Task prompt » Every line of the entries that holds the word "returns" is to be copied.

Stored data »
━━━━━━━━━━━━━━━━━━━━━━━━━━━━━━

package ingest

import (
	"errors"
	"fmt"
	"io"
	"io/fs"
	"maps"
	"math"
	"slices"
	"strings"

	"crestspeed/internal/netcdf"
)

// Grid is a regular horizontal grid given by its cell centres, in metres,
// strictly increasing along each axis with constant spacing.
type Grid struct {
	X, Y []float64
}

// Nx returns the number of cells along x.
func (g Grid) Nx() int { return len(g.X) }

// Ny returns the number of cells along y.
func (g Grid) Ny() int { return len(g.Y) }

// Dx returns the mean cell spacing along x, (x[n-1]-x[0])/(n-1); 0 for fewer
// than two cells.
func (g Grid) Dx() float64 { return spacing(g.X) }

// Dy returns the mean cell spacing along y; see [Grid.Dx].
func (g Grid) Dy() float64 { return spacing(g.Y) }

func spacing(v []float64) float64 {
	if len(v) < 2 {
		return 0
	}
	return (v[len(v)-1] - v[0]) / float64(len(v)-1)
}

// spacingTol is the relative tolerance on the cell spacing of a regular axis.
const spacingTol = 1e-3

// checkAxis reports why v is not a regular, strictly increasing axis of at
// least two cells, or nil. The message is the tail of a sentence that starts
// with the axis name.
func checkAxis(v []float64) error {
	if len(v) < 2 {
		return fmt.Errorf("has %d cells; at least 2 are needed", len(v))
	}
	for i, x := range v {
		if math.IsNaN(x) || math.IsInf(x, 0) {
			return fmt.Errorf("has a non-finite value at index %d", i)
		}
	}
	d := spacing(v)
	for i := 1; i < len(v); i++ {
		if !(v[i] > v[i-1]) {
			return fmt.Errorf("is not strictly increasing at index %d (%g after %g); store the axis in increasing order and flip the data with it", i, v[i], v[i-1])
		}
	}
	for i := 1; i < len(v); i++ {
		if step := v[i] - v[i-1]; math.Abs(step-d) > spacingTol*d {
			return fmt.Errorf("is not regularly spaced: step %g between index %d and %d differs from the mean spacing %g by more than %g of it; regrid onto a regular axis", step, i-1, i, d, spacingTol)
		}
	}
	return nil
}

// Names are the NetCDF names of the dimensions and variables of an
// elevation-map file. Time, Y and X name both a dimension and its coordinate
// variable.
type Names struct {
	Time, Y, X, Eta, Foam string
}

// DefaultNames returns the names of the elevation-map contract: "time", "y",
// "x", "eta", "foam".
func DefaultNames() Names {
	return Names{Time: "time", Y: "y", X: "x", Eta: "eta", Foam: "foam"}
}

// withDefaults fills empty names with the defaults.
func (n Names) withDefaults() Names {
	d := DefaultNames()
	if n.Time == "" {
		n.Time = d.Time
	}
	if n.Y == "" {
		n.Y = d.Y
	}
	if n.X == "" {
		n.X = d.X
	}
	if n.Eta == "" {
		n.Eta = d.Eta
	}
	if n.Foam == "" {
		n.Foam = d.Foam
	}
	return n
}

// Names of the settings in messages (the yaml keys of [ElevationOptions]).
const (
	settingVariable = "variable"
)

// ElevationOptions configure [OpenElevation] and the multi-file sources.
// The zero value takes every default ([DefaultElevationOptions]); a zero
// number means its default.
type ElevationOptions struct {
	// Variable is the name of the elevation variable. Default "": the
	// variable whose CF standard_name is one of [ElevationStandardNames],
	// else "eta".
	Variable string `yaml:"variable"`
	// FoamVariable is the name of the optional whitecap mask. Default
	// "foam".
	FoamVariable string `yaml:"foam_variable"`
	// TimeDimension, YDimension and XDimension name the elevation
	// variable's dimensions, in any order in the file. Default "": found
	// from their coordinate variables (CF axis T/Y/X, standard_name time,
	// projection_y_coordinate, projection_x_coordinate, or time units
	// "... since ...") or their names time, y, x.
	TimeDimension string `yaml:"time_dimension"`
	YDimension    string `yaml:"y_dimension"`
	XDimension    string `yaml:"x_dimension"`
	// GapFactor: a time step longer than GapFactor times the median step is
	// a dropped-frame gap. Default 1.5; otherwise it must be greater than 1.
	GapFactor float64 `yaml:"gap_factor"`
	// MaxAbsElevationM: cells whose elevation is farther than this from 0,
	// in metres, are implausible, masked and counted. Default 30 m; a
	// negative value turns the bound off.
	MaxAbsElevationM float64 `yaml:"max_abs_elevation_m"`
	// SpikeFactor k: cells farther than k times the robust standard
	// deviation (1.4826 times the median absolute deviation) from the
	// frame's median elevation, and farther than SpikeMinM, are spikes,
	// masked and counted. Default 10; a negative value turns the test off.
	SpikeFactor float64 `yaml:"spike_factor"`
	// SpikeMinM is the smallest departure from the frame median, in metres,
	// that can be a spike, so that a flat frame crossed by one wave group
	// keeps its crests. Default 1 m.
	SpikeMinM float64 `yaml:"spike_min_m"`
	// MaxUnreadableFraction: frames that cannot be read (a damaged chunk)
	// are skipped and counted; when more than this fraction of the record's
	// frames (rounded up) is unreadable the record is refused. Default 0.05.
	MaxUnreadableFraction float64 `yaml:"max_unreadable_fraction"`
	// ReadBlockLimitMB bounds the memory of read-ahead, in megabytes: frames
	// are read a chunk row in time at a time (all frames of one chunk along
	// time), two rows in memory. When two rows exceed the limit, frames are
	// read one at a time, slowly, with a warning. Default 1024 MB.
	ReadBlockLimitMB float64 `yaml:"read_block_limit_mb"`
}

━━━━━━━━━━━━━━━━━━━━━━━━━━━━━━

Solution for this exercise »
// Nx returns the number of cells along x.
// Ny returns the number of cells along y.
// Dx returns the mean cell spacing along x, (x[n-1]-x[0])/(n-1); 0 for fewer
// Dy returns the mean cell spacing along y; see [Grid.Dx].
// DefaultNames returns the names of the elevation-map contract: "time", "y",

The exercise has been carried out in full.